### What to produce
Could you filter the data below down to the lines that hold the word "dbfit"?

### Given records

:::::

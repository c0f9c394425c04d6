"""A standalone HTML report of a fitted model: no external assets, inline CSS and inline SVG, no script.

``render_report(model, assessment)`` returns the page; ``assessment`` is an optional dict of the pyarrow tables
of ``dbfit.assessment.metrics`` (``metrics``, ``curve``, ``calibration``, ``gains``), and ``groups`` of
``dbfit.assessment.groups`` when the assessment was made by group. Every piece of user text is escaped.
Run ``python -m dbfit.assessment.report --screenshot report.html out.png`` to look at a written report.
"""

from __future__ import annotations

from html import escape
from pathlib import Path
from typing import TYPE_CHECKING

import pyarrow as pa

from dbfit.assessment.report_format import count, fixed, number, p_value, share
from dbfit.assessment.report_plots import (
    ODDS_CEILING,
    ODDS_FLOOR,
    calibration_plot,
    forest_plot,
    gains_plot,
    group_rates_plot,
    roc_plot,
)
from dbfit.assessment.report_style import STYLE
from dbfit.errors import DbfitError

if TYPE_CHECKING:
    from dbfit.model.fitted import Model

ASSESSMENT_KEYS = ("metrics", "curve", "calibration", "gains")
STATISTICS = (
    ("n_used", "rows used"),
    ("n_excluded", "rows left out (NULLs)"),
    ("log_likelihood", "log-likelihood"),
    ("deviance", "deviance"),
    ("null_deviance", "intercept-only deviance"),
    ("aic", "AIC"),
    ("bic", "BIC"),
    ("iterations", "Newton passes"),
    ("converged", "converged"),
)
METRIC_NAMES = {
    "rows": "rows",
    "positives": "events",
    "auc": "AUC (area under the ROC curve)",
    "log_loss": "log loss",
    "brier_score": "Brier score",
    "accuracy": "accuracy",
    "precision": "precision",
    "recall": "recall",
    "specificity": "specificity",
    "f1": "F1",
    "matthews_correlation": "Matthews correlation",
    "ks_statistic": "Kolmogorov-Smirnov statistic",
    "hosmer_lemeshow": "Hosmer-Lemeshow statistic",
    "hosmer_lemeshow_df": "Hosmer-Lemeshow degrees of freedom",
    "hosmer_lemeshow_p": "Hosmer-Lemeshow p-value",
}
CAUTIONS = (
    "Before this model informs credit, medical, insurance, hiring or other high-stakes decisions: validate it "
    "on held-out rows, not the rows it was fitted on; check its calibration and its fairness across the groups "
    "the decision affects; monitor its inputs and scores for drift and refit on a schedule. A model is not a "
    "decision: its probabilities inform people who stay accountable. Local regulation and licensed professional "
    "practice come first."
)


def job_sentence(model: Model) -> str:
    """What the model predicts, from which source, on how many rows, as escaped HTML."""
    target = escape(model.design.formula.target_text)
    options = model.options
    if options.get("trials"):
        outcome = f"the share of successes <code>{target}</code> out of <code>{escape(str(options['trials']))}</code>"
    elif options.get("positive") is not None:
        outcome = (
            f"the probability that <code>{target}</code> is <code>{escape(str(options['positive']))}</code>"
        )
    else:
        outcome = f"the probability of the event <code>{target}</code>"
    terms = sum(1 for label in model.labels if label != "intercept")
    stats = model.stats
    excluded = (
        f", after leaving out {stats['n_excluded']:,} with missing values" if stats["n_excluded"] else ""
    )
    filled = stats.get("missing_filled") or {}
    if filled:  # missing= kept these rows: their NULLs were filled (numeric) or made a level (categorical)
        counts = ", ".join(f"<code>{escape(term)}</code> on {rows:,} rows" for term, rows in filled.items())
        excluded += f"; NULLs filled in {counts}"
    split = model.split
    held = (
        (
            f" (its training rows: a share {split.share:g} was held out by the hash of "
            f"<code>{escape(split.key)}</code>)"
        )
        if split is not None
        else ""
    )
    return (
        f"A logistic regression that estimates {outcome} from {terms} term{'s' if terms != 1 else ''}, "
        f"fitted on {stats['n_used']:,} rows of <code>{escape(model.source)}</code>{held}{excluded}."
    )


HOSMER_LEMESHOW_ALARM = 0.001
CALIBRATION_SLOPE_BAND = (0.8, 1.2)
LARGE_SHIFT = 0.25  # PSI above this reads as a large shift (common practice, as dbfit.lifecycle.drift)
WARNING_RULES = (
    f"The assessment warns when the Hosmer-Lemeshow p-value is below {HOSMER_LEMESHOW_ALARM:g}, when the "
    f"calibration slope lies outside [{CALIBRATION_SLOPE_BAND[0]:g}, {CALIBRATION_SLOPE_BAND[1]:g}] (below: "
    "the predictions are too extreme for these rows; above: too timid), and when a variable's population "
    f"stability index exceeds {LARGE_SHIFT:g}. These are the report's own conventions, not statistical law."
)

:::::

### Answer box
of ``dbfit.assessment.metrics`` (``metrics``, ``curve``, ``calibration``, ``gains``), and ``groups`` of
``dbfit.assessment.groups`` when the assessment was made by group. Every piece of user text is escaped.
Run ``python -m dbfit.assessment.report --screenshot report.html out.png`` to look at a written report.
from dbfit.assessment.report_format import count, fixed, number, p_value, share
from dbfit.assessment.report_plots import (
from dbfit.assessment.report_style import STYLE
from dbfit.errors import DbfitError
    from dbfit.model.fitted import Model
LARGE_SHIFT = 0.25  # PSI above this reads as a large shift (common practice, as dbfit.lifecycle.drift)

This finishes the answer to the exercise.